Constantly, we feel our highs and lows are mirroring the highs and lows of the person we're tied to.
Speaker 4 Often the hardest people to do this with is our parents. We feel responsible for our parents' feelings.
Speaker 4 So when your parents are going through something really, really difficult, maybe they're going through a transition, maybe they're going through a shift or a change.
Speaker 4 And all of a sudden, not only are you constantly thinking about their feelings, you feel responsible for them. You feel it's your job to make today a great day for them.
Speaker 4 You try and change everything, you change your whole routine, you call them first thing in the morning, you put aside other tasks, and by the way, this is all well-intentioned and it's a beautiful act of love.
Speaker 4 But what we don't realize is we haven't helped them develop the emotional skills and tools they need.
Speaker 4 You're trying to be a mood shifter, a mood changer for that person rather than putting the control in their hand. It's almost like saying, hey, I'll decide what to watch tonight.
Speaker 4 Hey, I'll decide what to order tonight. And sure, it can be great to create that space in the short term.
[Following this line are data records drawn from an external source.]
export interface ReportOutcome {
  /** A <style> element for the document head, colours from --vscode-* variables only. */
  head: string;
  /** The report markup and its tooltip <script>, for the document body. */
  body: string;
  summary: {
    dataset: string;
    slices: number;
    fromCache: boolean;
    /** When the report was computed (a cached report keeps its original time). */
    createdAt: string;
    computeSeconds: number;
  };
}

export interface SecondLookParams {
  /** The open review whose run (dataset, slice, settings) the queues are computed for. */
  reviewId: number;
  /** Cross-fitting folds for the doubtful labels (default 5). */
  folds?: number;
  /** How many unlabelled nodes to suggest (default 20). */
  count?: number;
}

export interface SecondLookOutcome extends ReviewMessageOutcome {
  /** One line for the curator, e.g. "9 doubtful labels of 140 checked; 20 suggestions of 61 unlabelled nodes". */
  summary: string;
  doubtful: number;
  suggested: number;
}

export type CommitLabelsOutcome =
  { outcome: 'committed'; commit: string; root: string; files: string[] } | { outcome: 'nothing-to-commit' } | { outcome: 'no-repository' };

export interface RequestParams {
  validate: { folder: string };
  summary: { folder: string };
  overview: { folder: string };
  score: ScoreParams;
  openReview: OpenReviewParams;
  reviewMessage: { reviewId: number; message: unknown };
  reviewDecisions: { reviewId: number };
  closeReview: { reviewId: number };
  planApply: { folder: string; decisions: DecisionsFile; source: string; rebase?: boolean };
  applyPlan: { plan: ApplyPlan };
  /** Writes an exported decisions file atomically. */
  exportDecisions: { file: string; decisions: DecisionsFile };
  /** git without a shell: commits only the dataset's label files; `initialise` runs git init first when needed. */
  commitLabels: { folder: string; message: string; initialise?: boolean };
  /** The quality-over-time report, built and rendered in the worker. */
  report: ReportParams;
  /** Doubtful labels and label-next suggestions for an open review, attached to its session. */
  secondLook: SecondLookParams;
}

export interface RequestResults {
  validate: LocatedProblem[];
  summary: DatasetSummary;
  overview: DatasetOverview;
  score: ScoreOutcome;
  openReview: OpenReviewOutcome;
  reviewMessage: ReviewMessageOutcome;
  reviewDecisions: DecisionsFile;
  closeReview: boolean;
  planApply: PlanApplyOutcome;
  applyPlan: ApplyPlanOutcome;
  exportDecisions: string;
  commitLabels: CommitLabelsOutcome;
  report: ReportOutcome;
  secondLook: SecondLookOutcome;
}

export type RequestType = keyof RequestParams;

// ---- host → worker ----

export type EngineRequest = { [K in RequestType]: { type: K; id: number; params: RequestParams[K] } }[RequestType];
export type ValidateRequest = Extract<EngineRequest, { type: 'validate' }>;
export type SummaryRequest = Extract<EngineRequest, { type: 'summary' }>;

/** Asks the worker to stop request `id`; the worker answers with an error of kind 'cancelled'. */
export interface CancelMessage {
  type: 'cancel';
  id: number;
}

export type HostToWorkerMessage = EngineRequest | CancelMessage;

// ---- worker → host ----

export interface ProgressMessage {
  type: 'progress';
  id: number;
  /** Short stage name from the engine ("load", "validate", ...). */
  stage: string;
  /** In [0, 1], within the stage. */
  fraction: number;
}

export type ResultMessage = { [K in RequestType]: { type: 'result'; id: number; request: K; value: RequestResults[K] } }[RequestType];

export type WorkerFailure =
  /** The dataset is malformed: problems located in its files. */
  | { kind: 'dataset'; message: string; problems: LocatedProblem[] }
  | { kind: 'cancelled'; message: string }
  /** A label file changed since it was read: nothing was written; re-read and apply again. */
  | { kind: 'conflict'; message: string; files: string[] }
  /** Anything else: a bug or an I/O failure inside the worker. */
  | { kind: 'internal'; message: string; stack?: string };

export interface ErrorMessage {
  type: 'error';
  id: number;
  error: WorkerFailure;
}

export type WorkerToHostMessage = ProgressMessage | ResultMessage | ErrorMessage;

// ---- runtime guards: messages cross a thread boundary as structured clones, so check their shape ----

type Guard = (value: unknown) => boolean;

function isRecord(value: unknown): value is Record<string, unknown> {
  return typeof value === 'object' && value !== null && !Array.isArray(value);
}

function isRequestId(value: unknown): value is number {
  return typeof value === 'number' && Number.isSafeInteger(value) && value >= 0;
}

function isLineNumber(value: unknown): boolean {
  return typeof value === 'number' && Number.isInteger(value) && value >= 0;
}

export function isLocatedProblem(value: unknown): value is LocatedProblem {
  return (
    isRecord(value) &&
    typeof value.file === 'string' &&
    isLineNumber(value.line) &&
    isLineNumber(value.column) &&
    typeof value.message === 'string'
  );
}

function isFolderParams(value: unknown): value is { folder: string } {
  return isRecord(value) && typeof value.folder === 'string' && value.folder.length > 0;
}

const isWhole = (value: unknown, minimum: number): boolean => typeof value === 'number' && Number.isInteger(value) && value >= minimum;
const isNumberIn = (value: unknown, low: number, high: number): boolean =>
  typeof value === 'number' && Number.isFinite(value) && value >= low && value <= high;

/** Why `value` is not a complete RunSettings, or null when it is one. */
export function runSettingsProblem(value: unknown): string | null {
  if (!isRecord(value)) return 'settings are not an object';
  const checks: [keyof RunSettings, boolean][] = [
    ['model', ['mlp', 'gcn', 'sage', 'sign'].includes(value.model as string)],
    ['historyWindow', value.historyWindow === 'all' || isWhole(value.historyWindow, 0)],
    ['alpha', isNumberIn(value.alpha, 0, 100)],
    ['thresholdFolds', value.thresholdFolds === 0 || isWhole(value.thresholdFolds, 2)],
    ['thresholdScale', value.thresholdScale === 'std' || value.thresholdScale === 'mad'],
    ['smoothingWeight', isNumberIn(value.smoothingWeight, 0, 1)],
    ['smoothingRounds', isWhole(value.smoothingRounds, 0)],
    ['noveltyMethod', ['doc', 'msp', 'energy'].includes(value.noveltyMethod as string)],
    [
      'rejectQuantile',
      value.rejectQuantile === null || (isNumberIn(value.rejectQuantile, 0, 1) && value.rejectQuantile !== 0 && value.rejectQuantile !== 1),
    ],
    ['temperature', isNumberIn(value.temperature, Number.MIN_VALUE, 1e6)],
    ['labelRate', isNumberIn(value.labelRate, Number.MIN_VALUE, 1)],
    ['warmStart', typeof value.warmStart === 'boolean'],
    ['epochs', isWhole(value.epochs, 1)],
    ['batchRows', isWhole(value.batchRows, 0)],
    ['hiddenUnits', isWhole(value.hiddenUnits, 1)],
    ['learningRate', isNumberIn(value.learningRate, Number.MIN_VALUE, 10)],
    ['seed', isWhole(value.seed, Number.MIN_SAFE_INTEGER)],
  ];
  const bad = checks.filter(([, ok]) => !ok).map(([key]) => key);
  return bad.length === 0 ? null : `settings have missing or out-of-range ${bad.join(', ')}`;
}

const isReviewId = (value: unknown): boolean => isRecord(value) && isRequestId(value.reviewId);
const isOptionalText = (value: unknown): boolean => value === undefined || typeof value === 'string';
const isDecisionsFileShape = (value: unknown): boolean =>
  isRecord(value) && value.format === 'graph-curator-decisions' && Array.isArray(value.decisions) && typeof value.dataset === 'string';
const isOptionalWholeIn = (value: unknown, low: number, high: number): boolean =>
  value === undefined || (isWhole(value, low) && (value as number) <= high);
const isStringList = (value: unknown): value is string[] => Array.isArray(value) && value.every((item) => typeof item === 'string');
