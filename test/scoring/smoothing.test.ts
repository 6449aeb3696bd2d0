import { strict as assert } from 'node:assert';
import { buildAdjacency } from '../../src/engine/graph/csr';
import { smoothNovelty } from '../../src/engine/scoring/smoothing';
import { SeededRandom } from '../../src/engine/util/random';

function adjacencyOf(nodeCount: number, pairs: Array<[number, number]>) {
  const edges = {
    source: Int32Array.from(pairs.map((p) => p[0])),
    target: Int32Array.from(pairs.map((p) => p[1])),
    weight: null,
    count: pairs.length,
  };
  return buildAdjacency(nodeCount, edges, true);
}

const closeAll = (actual: Float32Array, expected: number[]) => {
  assert.equal(actual.length, expected.length);
  expected.forEach((e, i) => assert.ok(Math.abs(actual[i] - e) < 1e-6, `node ${i}: ${actual[i]} vs ${e}`));
};

describe('neighbour smoothing of novelty', () => {
  // Path 0 – 1 – 2, node 3 isolated.
  const path = adjacencyOf(4, [
    [0, 1],
    [1, 2],
  ]);
  const scores = new Float32Array([1, 0, 0, 0.7]);

  it('λ = 0 (or zero rounds) is the identity and returns a copy', () => {
    const out = smoothNovelty(scores, path, 0, 2);
    closeAll(out, [1, 0, 0, 0.7]);
    assert.notEqual(out, scores);
    closeAll(smoothNovelty(scores, path, 0.5, 0), [1, 0, 0, 0.7]);
  });

  it('a path graph by hand, one and two rounds; the isolated node keeps its score', () => {
    // λ = 0.5, round 1:  s0 = 0.5·1 + 0.5·0 = 0.5;  s1 = 0.5·0 + 0.5·(1 + 0)/2 = 0.25;
    //                    s2 = 0.5·0 + 0.5·0 = 0;    s3 isolated = 0.7.
    closeAll(smoothNovelty(scores, path, 0.5, 1), [0.5, 0.25, 0, 0.7]);
    // round 2 (from round 1's scores): s0 = 0.5·0.5 + 0.5·0.25 = 0.375;
    //   s1 = 0.5·0.25 + 0.5·(0.5 + 0)/2 = 0.25;  s2 = 0.5·0 + 0.5·0.25 = 0.125;  s3 = 0.7.
    closeAll(smoothNovelty(scores, path, 0.5, 2), [0.375, 0.25, 0.125, 0.7]);
    // λ = 1, one round: each node becomes its neighbours' mean: [0, 0.5, 0, 0.7].
    closeAll(smoothNovelty(scores, path, 1, 1), [0, 0.5, 0, 0.7]);
    // The input is not modified.
    closeAll(scores, [1, 0, 0, 0.7]);
  });

  it('K rounds equal K successive single rounds', () => {
    let stepwise: Float32Array = scores;
    for (let k = 0; k < 5; k++) stepwise = smoothNovelty(stepwise, path, 0.3, 1);
    closeAll(smoothNovelty(scores, path, 0.3, 5), Array.from(stepwise));
  });

  it('equals the reference update on a random simple graph', () => {
    // Reference (shared/reference/torch_pipeline.py): nb = (A @ s) / max(cnt, 1);
    // s = where(cnt > 0, 0.5·s + 0.5·nb, s), twice, A the symmetric 0/1 adjacency.
    const random = new SeededRandom(11);
    const n = 300;
    const seen = new Set<string>();
    const pairs: Array<[number, number]> = [];
    while (pairs.length < 700) {
      const a = random.int(n);
      const b = random.int(n);
      if (a === b || seen.has(`${Math.min(a, b)}-${Math.max(a, b)}`)) continue;
      seen.add(`${Math.min(a, b)}-${Math.max(a, b)}`);
      pairs.push([a, b]);
    }
    const s0 = Float32Array.from({ length: n }, () => random.next());
    let reference = Array.from(s0);
    for (let round = 0; round < 2; round++) {
      const sum = new Array<number>(n).fill(0);
      const count = new Array<number>(n).fill(0);
      for (const [a, b] of pairs) {
        sum[a] += reference[b];
        sum[b] += reference[a];
        count[a]++;
        count[b]++;
      }
      reference = reference.map((s, i) => (count[i] > 0 ? 0.5 * s + (0.5 * sum[i]) / count[i] : s));
    }
    closeAll(smoothNovelty(s0, adjacencyOf(n, pairs), 0.5, 2), reference);
  });

  it('rejects bad parameters', () => {
    assert.throws(() => smoothNovelty(new Float32Array(3), path, 0.5, 1), /4 × 4 but there are 3 scores/);
    assert.throws(() => smoothNovelty(scores, path, 1.5, 1), /lambda/);
    assert.throws(() => smoothNovelty(scores, path, 0.5, 1.5), /rounds/);
  });
});
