const resources: Resource[] = [
  {
    name: 'structures',
    collection: (ids) => `/api/projects/${ids.projectId}/structures`,
    item: (ids) => `/api/projects/${ids.projectId}/structures/${ids.structureId}`,
    listKey: 'structures',
    create: structureBody,
    change: { notes: 'Changed notes' },
    notFoundCode: 'structure_not_found',
  },
  {
    name: 'modes',
    collection: (ids) => `/api/projects/${ids.projectId}/structures/${ids.structureId}/modes`,
    item: (ids) => `/api/projects/${ids.projectId}/structures/${ids.structureId}/modes/${ids.modeId}`,
    listKey: 'modes',
    create: typedModeBody,
    change: { dampingRatio: 0.01 },
    notFoundCode: 'mode_not_found',
  },
  {
    name: 'models',
    collection: (ids) => `/api/projects/${ids.projectId}/structures/${ids.structureId}/models`,
    item: (ids) => `/api/projects/${ids.projectId}/structures/${ids.structureId}/models/${ids.modelId}`,
    listKey: 'models',
    create: modelBody,
    change: { name: 'Renamed model' },
    notFoundCode: 'model_not_found',
  },
  {
    name: 'load cases',
    collection: (ids) => `/api/projects/${ids.projectId}/load-cases`,
    item: (ids) => `/api/projects/${ids.projectId}/load-cases/${ids.loadCaseId}`,
    listKey: 'loadCases',
    create: loadCaseBody,
    change: { name: 'Renamed walker' },
    notFoundCode: 'load_case_not_found',
  },
  {
    name: 'comfort criteria',
    collection: (ids) => `/api/projects/${ids.projectId}/comfort-criteria`,
    item: (ids) => `/api/projects/${ids.projectId}/comfort-criteria/${ids.criteriaId}`,
    listKey: 'comfortCriteria',
    create: criteriaBody,
    change: { spec: { set: 'dg11', class: 'office' } },
    notFoundCode: 'comfort_criteria_not_found',
  },
];

const listSchemas = {
  structures: structureListSchema,
  modes: modeListSchema,
  models: lumpedModelListSchema,
  loadCases: loadCaseListSchema,
  comfortCriteria: comfortCriteriaListSchema,
} as const;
Speaker 4 But long term, the goal is to equip that person with the ability to make choices about their own feelings.
Speaker 4
Trust me when I say this. This is not about being hard-hearted.
It's not about not caring. It's not about not loving someone you really, really love.
Speaker 4 It's about recognizing that real love is helping someone
Speaker 4
learn how to choose their feelings and emotions. You're not helping someone if you're dehabilitating them.
You're not helping someone if they're dependent on you to feel good.
Speaker 4 If someone's dependent on you to feel good, you have not helped them. you've stalled them.
Speaker 4 Think about that for a second. If someone is dependent on you to feel happy, you have not helped them, you've actually hurt them.
Speaker 4 Because that means when you're not available, when you're not accessible, when you're not capable, when you don't have time or space, that person can't find that joy.
Speaker 4 I'm sure that's not what you want for them. So we don't want to feel responsible for other people's feelings.
Speaker 4 We want to feel connected in helping them, supporting them, being there for them, but not responsible.
Speaker 4 Because when you're responsible for it, you then take it into your own life and start to carry it.
Speaker 4 The second thing you're not responsible for is how people perceive you.
Speaker 4 You can say everything right
Speaker 4 and people will still think you're wrong.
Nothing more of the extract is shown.